Excepting, that is, when he's attempting to charm Lena, with whom he had a recent one-night-stand at a similar event. Cornered over lunch, Lena keeps a polite arm's length from his renewed ardor, reminding him "I thought we were going to behave like nothing ever happened." He is, after all, married. Nicholas rather too readily pipes that he doesn't love his wife, and, anyway, even if they're still officially together (he fibbed about that previously), he "never felt more separated" from her than when experiencing brief, torrid, probably drunken passion with Lena.

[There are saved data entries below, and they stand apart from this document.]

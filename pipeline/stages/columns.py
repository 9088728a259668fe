"""Columns: the night's 1-D TDI flat and per-column additive level.

Combines the ``column_stats`` tables of all stretches with
:func:`pipeline.stages.calibrate.solve_columns`.  The ``columns`` product is a
small table (one row per image column) that later nights can use or compare:
with the option ``flat_file`` naming such a table (another night's, or a
twilight or dome strip's), the stage adopts it instead of solving
(:func:`pipeline.stages.calibrate.adopt_columns`).

It also compares the gain and read noise the raw rows show (measured by
``column_stats``, :mod:`pipeline.stages.calibrate._noise`) with the header's
GAIN and RDNOISE, and reports a contradiction as a problem.

Camera formats
--------------
A night may hold blocks of another format (a windowed readout with another
number of image columns); ingest puts them in segments of their own, so no
stretch mixes formats.  Each format is solved from its own stretches: the
camera's (``camera.n_columns``) gives the ``columns`` product, every other
width ``w`` a ``columns_<w>`` product, which calibrate picks by the width of
its stretch (:func:`~pipeline.stages.calibrate.columns_product_name`).  A
format that cannot be solved is reported as a problem; only its stretches
lack a table.
"""

from __future__ import annotations

import logging
from typing import Any

import numpy as np

from pipeline.stages.base import PROBLEMS, Stage
from pipeline.stages.calibrate import (
    ColumnSolveOptions,
    adopt_columns,
    columns_product_name,
    options_kwargs,
    solve_columns,
)
from pipeline.stages.calibrate._noise import NoiseMeasurement, gain_problems

__all__ = ["STAGE"]

log = logging.getLogger(__name__)


def _run(*, inputs, options: ColumnSolveOptions, context) -> dict[str, Any]:
    camera_columns = context.camera.n_columns
    by_width: dict[int, list] = {}
    for stretch, products in zip(context.input_stretches, inputs["column_stats"], strict=True):
        table = products["column_stats"]
        by_width.setdefault(int(np.shape(table["level"])[1]), []).append((stretch, table))
    if camera_columns not in by_width and inputs["flat_file"] is None:
        raise ValueError(
            f"No stretch has the camera's {camera_columns} image columns (camera.n_columns); "
            f"the stretches have {sorted(by_width)}: fix camera.n_columns."
        )
    solve = options_kwargs(options, exclude=("flat_file",))
    products: dict[str, Any] = {}
    if inputs["flat_file"] is not None:
        products["columns"] = adopt_columns(
            inputs["flat_file"], camera_columns, source=options.flat_file.name
        )
    else:
        products["columns"] = solve_columns([t for _, t in by_width[camera_columns]], **solve)
    problems = gain_problems(
        [
            (stretch.id, NoiseMeasurement(**products["column_stats"].meta["noise"]))
            for stretch, products in zip(
                context.input_stretches, inputs["column_stats"], strict=True
            )
            if "noise" in products["column_stats"].meta
        ]
    )
    for width, stretches in sorted(by_width.items()):
        if width == camera_columns:
            continue
        ids = ", ".join(stretch.id for stretch, _ in stretches)
        try:
            table = solve_columns([t for _, t in stretches], **solve)
        except ValueError as exc:
            problems.append(
                f"no {width}-column table for stretches {ids} (not the camera's "
                f"{camera_columns} columns): {exc}"
            )
            continue
        table.meta["stretches"] = [stretch.id for stretch, _ in stretches]
        products[columns_product_name(width, camera_columns)] = table
        log.info("Solved the %d-column format separately, from stretches %s", width, ids)
    if problems:
        products[PROBLEMS] = problems
    return products


#: Declaration of the columns stage for the runner.
STAGE = Stage(
    name="columns",
    run=_run,
    options=ColumnSolveOptions,
    requires=("column_stats",),
    scope="night",
    uses=("camera.n_columns",),
    files=("flat_file",),
    partial_inputs=True,  # one bad stretch must not stop the night's flat
    description="Solve the night's 1-D flat and per-column additive level from the sky, per "
    "camera format (or adopt a solved table: flat_file).",
    version=4,  # 2: sky from relative levels; normalised lines; 3: hot needs 3 own errors;
    # 4: one table per camera format
)
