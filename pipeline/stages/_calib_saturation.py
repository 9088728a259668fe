"""Saturated pixels and their bleed trails along the scan.

In TDI a packet collects charge while it crosses the chip; once it holds a
full well the excess spills into the packets before and after it in the same
column, so bleed trails run along the scan axis (rows), never across it
(CHECK_VALUES 3.8).  The trail is at or near full well and ends in a partly
filled pixel; the saturated star's unsaturated neighbours across the scan are
not trustworthy either (common practice: grow the mask by a pixel).
"""

from __future__ import annotations

import numpy as np
from scipy import ndimage

__all__ = ["bleed_mask", "saturation_mask"]


def saturation_mask(raw: np.ndarray, saturation: float | np.ndarray) -> np.ndarray:
    """Pixels whose raw value reached the saturation level.

    Parameters
    ----------
    raw : ndarray, shape (n_rows, n_columns)
        Raw image in ADU (bias included, as the SATURATE keyword is); axis 0 is
        the scan axis.
    saturation : float or ndarray of shape (n_rows,)
        SATURATE in ADU, for all rows or per row.

    Returns
    -------
    ndarray of bool, shape (n_rows, n_columns)
    """
    saturation = np.asarray(saturation, dtype=raw.dtype)
    if saturation.ndim == 1:
        saturation = saturation[:, None]
    return raw >= saturation


def bleed_mask(
    raw: np.ndarray,
    saturated: np.ndarray,
    bleed_level: float | np.ndarray,
    grow_rows: int = 2,
    grow_columns: int = 1,
) -> np.ndarray:
    """Bleed trails of saturated pixels along the scan, grown by a margin.

    A bleed pixel lies in the same column as a saturated pixel, is connected to
    it along the column through pixels at or above ``bleed_level``, and is not
    saturated itself; the union of saturated and bleed pixels is then grown by
    ``grow_rows`` along the scan and ``grow_columns`` across it.

    Parameters
    ----------
    raw : ndarray, shape (n_rows, n_columns)
        Raw image in ADU; axis 0 is the scan axis.
    saturated : ndarray of bool, shape (n_rows, n_columns)
        Output of :func:`saturation_mask`.
    bleed_level : float or ndarray of shape (n_rows,)
        Raw level in ADU above which a pixel next to a saturated one along the
        column counts as part of its trail.
    grow_rows, grow_columns : int
        Margin added around saturated and bleed pixels, in rows (along the
        scan) and columns (across it).

    Returns
    -------
    ndarray of bool, shape (n_rows, n_columns)
        True on bleed pixels and on the margin; false on the saturated pixels
        themselves (they carry their own bit).
    """
    result = np.zeros(saturated.shape, dtype=bool)
    columns = np.flatnonzero(saturated.any(axis=0))
    if columns.size == 0:
        return result
    level = np.asarray(bleed_level, dtype=raw.dtype)
    if level.ndim == 1:
        level = level[:, None]
    # Work on the few columns that hold saturated pixels only.
    sub_sat = saturated[:, columns]
    high = (raw[:, columns] >= level) | sub_sat
    # Runs of high pixels along each column (the scan axis only).
    labels, _ = ndimage.label(high, structure=np.array([[0, 0, 0], [1, 1, 1], [0, 0, 0]]).T)
    touched = np.unique(labels[sub_sat])
    trail = np.isin(labels, touched[touched > 0])
    if grow_rows > 0:
        trail = ndimage.binary_dilation(trail, structure=np.ones((2 * grow_rows + 1, 1), bool))
    n_columns = saturated.shape[1]
    for shift in range(-grow_columns, grow_columns + 1):
        target = columns + shift
        inside = (target >= 0) & (target < n_columns)
        result[:, target[inside]] |= trail[:, inside]
    result &= ~saturated
    return result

This is none of Michael's business, and Lena wishes it wasn't hers, but circumstances keep driver and guests colliding. Michael tours Lena around to all the terribly quaint and picturesque local sights, bonding over shared experiences (notably, both are under the strong impression that they've seen ghosts) and mutual frisson. Rubbing each the wrong way, meanwhile, is every ensuing encounter with Nicholas, who starts showing up plastered at Lena's accommodations to howl at the moon and/or picks fight with Michael, whom he sneeringly calls "that stalker" — the others being too polite to point out his obvious hypocrisy.

So far, so good: The Eclipse's bulk mixes deft satire of literary ego and salesmanship with middle-aged romance in a travelogue setting (beautifully photographed by Ivan McCullough), plus enough domestic nuance to remind that no family life is perfect when a spouse and parent has recently died. But McPherson, better known here for his widely produced plays (The Weir, Shining City, The Seafarer), is not one to leave reality well enough alone. Instead he (helped by the abrupt crescendos of alarm in Fionnuala Ni Chiosain's score) jars us with elements of the macabre. Michael is burdened with an angry, ailing father-in-law (Jim Norton) he's turned over to a rest home. Perhaps as punishment, he suffers visions of a ghastly specter that look a whole lot like a zombiefied Jim Norton. These are, hopefully, just nightmares. But what do they mean?